Managing the Business
The entire purpose of forming an LLC operating agreement for film production is to outline the terms and conditions of the business operations and how the production company will operate. Managers are generally elected ahead of the formation.
They are often members of the business. And will frequently have backgrounds which can be supportive of the business in various capacities.
The operation agreement should detail who will manage the business, when, where and how frequently meetings will take place. How meeting minutes will be recorded and what action will come about from meetings.
Ask Questions
If a committee or multiple committees will form as a part of the business, these details are also necessary. What powers will a committee have, who will they represent, and how will committee members be appointed.
Detail issues that business managers will handle. Who are those managers and how are they elected? What will the manager’s term be and how will a manager be relieved of their duties if they perform in a way other than is acceptable by the business?
The same for officers. Who are the officers of the business? And how are they chosen? What will they handle and why? Who will they report to and will they be compensated for their roles?

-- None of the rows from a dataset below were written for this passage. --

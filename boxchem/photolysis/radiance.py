"""Compiled radiance sweeps of the source-function technique (used by :mod:`.actinic`).

For every column (solar zenith angle, ozone column, wavelength bin) and every
Gauss direction mu, the diffuse radiance u = 2 pi I (per unit extraterrestrial
flux, so that the actinic flux is the integral of u over mu in [-1, 1]) is
carried through the homogeneous layers, from the Lambertian ground up and from
the top (no diffuse light) down:

    u_out = u_in exp(-dtau / mu) + int_0^dtau S(x) exp(-x / mu) dx / mu

with the source of each layer (single-scattering albedo w0)

    S = w0 / 2 [m0 (1 + P2(mu) r2 / 2) + beam p(mu, mu0)],  p = 1 + P2(mu) P2(mu0) / 2,

m0 the actinic flux of the diffuse light and r2 its P2 moment over m0
(azimuth-mean Rayleigh phase function, Chandrasekhar 1960, Radiative
Transfer, Ch. I).  m0 and the beam are interpolated exponentially in the
layer (exact for the beam, whose slant optical depth is linear in tau), r2
linearly.  The method is described in :func:`boxchem.photolysis.actinic._diffuse_at_box`.

numba compiles the sweep on first use and caches it (``cache=True``); without
numba the same function runs as plain Python (slow, same numbers).
"""
from __future__ import annotations

import numpy as np

try:  # numba is a core dependency; the plain-Python path keeps the numbers without it
    import numba as _numba
except ImportError:  # pragma: no cover
    _numba = None


def _njit(fn):
    if _numba is None:  # pragma: no cover
        return fn
    return _numba.njit(cache=True, nogil=True, error_model="numpy")(fn)


@_njit
def _layer_integral(near, far, decay, delta, trans, mu):
    """int_0^delta s(x) exp(-x/mu) dx/mu for s = near exp(-decay x), far = s(delta), trans = exp(-delta/mu)."""
    d = 1.0 + mu * decay
    if abs(d) < 1e-6:                      # the source grows as fast as the path attenuates
        return near * delta / mu
    return (near - far * trans) / d


@_njit
def _layer_source(near, far, delta, w, trans, mu, p2_mu, p2_sun, b_near, b_far, s_near, s_far,
                  m_near, m_far, lm_near, lm_far, r_near, r_far):
    """Source contribution of one layer of one column to the radiance leaving it at its ``near`` side."""
    if w <= 0.0:
        return 0.0
    safe = delta if delta > 0.0 else 1.0
    diffuse = _layer_integral(m_near, m_far, (lm_near - lm_far) / safe, delta, trans, mu)
    shape = 1.0 + 0.25 * p2_mu * (r_near + r_far)
    if (b_near > 0.0) != (b_far > 0.0):    # ray blocked by the Earth at one end only (twilight)
        direct = 0.5 * (b_near + b_far) * (1.0 - trans)
    elif b_near > 0.0:
        direct = _layer_integral(b_near, b_far, (s_far - s_near) / safe, delta, trans, mu)
    else:
        direct = 0.0
    return 0.5 * w * (shape * diffuse + (1.0 + 0.5 * p2_mu * p2_sun) * direct)


@_njit
def radiance_sweep(dtau, w0, trans_mu, beam, slant, m0, ratio2, p2_sun, mu0_pos, d_ground, albedo, mu, weight,
                   box, out_m0, out_r2, out_dground):
    """Sweep every column along every direction.

    Arrays are column-flattened: ``dtau``, ``w0`` (n_layers, n_col); ``beam``,
    ``slant``, ``m0``, ``ratio2`` (n_levels, n_col); ``p2_sun``, ``mu0_pos``,
    ``d_ground`` (n_col,); ``mu``, ``weight`` Gauss directions and weights on
    (0, 1]; ``trans_mu`` (n_mu, n_layers, n_inner) = exp(-dtau / mu) of the
    columns' innermost n_inner (ozone x wavelength) part, which does not
    depend on the solar zenith angle.  With ``box >= 0`` writes the diffuse actinic flux at that level
    to ``out_m0[0]``; with ``box < 0`` writes m0, r2 of the integrated
    radiances at every level to ``out_m0``, ``out_r2`` and the diffuse
    downward irradiance at the ground to ``out_dground``.  Columns are the
    innermost loop so that every layer reads contiguous memory.
    """
    n_lay, n_col = dtau.shape
    n_inner = trans_mu.shape[2]
    m0_pos = np.maximum(m0, 1e-300)
    log_m0 = np.log(m0_pos)
    every = box < 0
    top_stop = 0 if every else box
    sum0 = np.zeros((n_lay + 1, n_col))
    sum2 = np.zeros((n_lay + 1, n_col))
    u = np.empty(n_col)
    for k in range(mu.size):
        m = mu[k]
        wk = weight[k]
        p2 = 0.5 * (3.0 * m * m - 1.0)
        for c in range(n_col):
            u[c] = 2.0 * albedo * (mu0_pos[c] * beam[n_lay, c] + d_ground[c])
            sum0[n_lay, c] += wk * u[c]
            sum2[n_lay, c] += wk * p2 * u[c]
        for j in range(n_lay - 1, top_stop - 1, -1):              # ground up: near side = top (j)
            for c in range(n_col):
                delta = dtau[j, c]
                trans = trans_mu[k, j, c % n_inner]
                u[c] = u[c] * trans + _layer_source(j, j + 1, delta, w0[j, c], trans, m, p2, p2_sun[c],
                                                    beam[j, c], beam[j + 1, c], slant[j, c], slant[j + 1, c],
                                                    m0_pos[j, c], m0_pos[j + 1, c], log_m0[j, c],
                                                    log_m0[j + 1, c], ratio2[j, c], ratio2[j + 1, c])
                sum0[j, c] += wk * u[c]
                sum2[j, c] += wk * p2 * u[c]
        u[:] = 0.0
        stop = n_lay if every else box
        for j in range(0, stop):                                  # top down: near side = bottom (j + 1)
            for c in range(n_col):
                delta = dtau[j, c]
                trans = trans_mu[k, j, c % n_inner]
                u[c] = u[c] * trans + _layer_source(j + 1, j, delta, w0[j, c], trans, m, p2, p2_sun[c],
                                                    beam[j + 1, c], beam[j, c], slant[j + 1, c], slant[j, c],
                                                    m0_pos[j + 1, c], m0_pos[j, c], log_m0[j + 1, c],
                                                    log_m0[j, c], ratio2[j + 1, c], ratio2[j, c])
                sum0[j + 1, c] += wk * u[c]
                sum2[j + 1, c] += wk * p2 * u[c]
        if every:
            for c in range(n_col):
                out_dground[c] += wk * m * u[c]
    if every:
        for lev in range(n_lay + 1):
            for c in range(n_col):
                out_m0[lev, c] = max(sum0[lev, c], 0.0)
                r = sum2[lev, c] / sum0[lev, c] if sum0[lev, c] > 0.0 else 0.0
                out_r2[lev, c] = min(max(r, -0.5), 1.0)
    else:
        for c in range(n_col):
            out_m0[0, c] = max(sum0[box, c], 0.0)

Transfer of Membership Interest
Finally, the LLC operating agreement for film production should address how membership interest in the business can be transferred. Is the transfer of membership allowed? Are all managers able to transfer their rights?
Or are rights transfers something that will be available only for members after a vote or some other action? This is a good time also to consider what documentation is necessary. As well as what rights a transferee will have when they become members of the business.
As you can see, planning the LLC operating agreement for film production is a long and endearing process that is certainly going to require you to work closely with an attorney.
However, the sooner you begin to think about these internal decisions and the guiding activities that will be involved in the running of the business, the more prepared you will be when the time comes to seal the deal.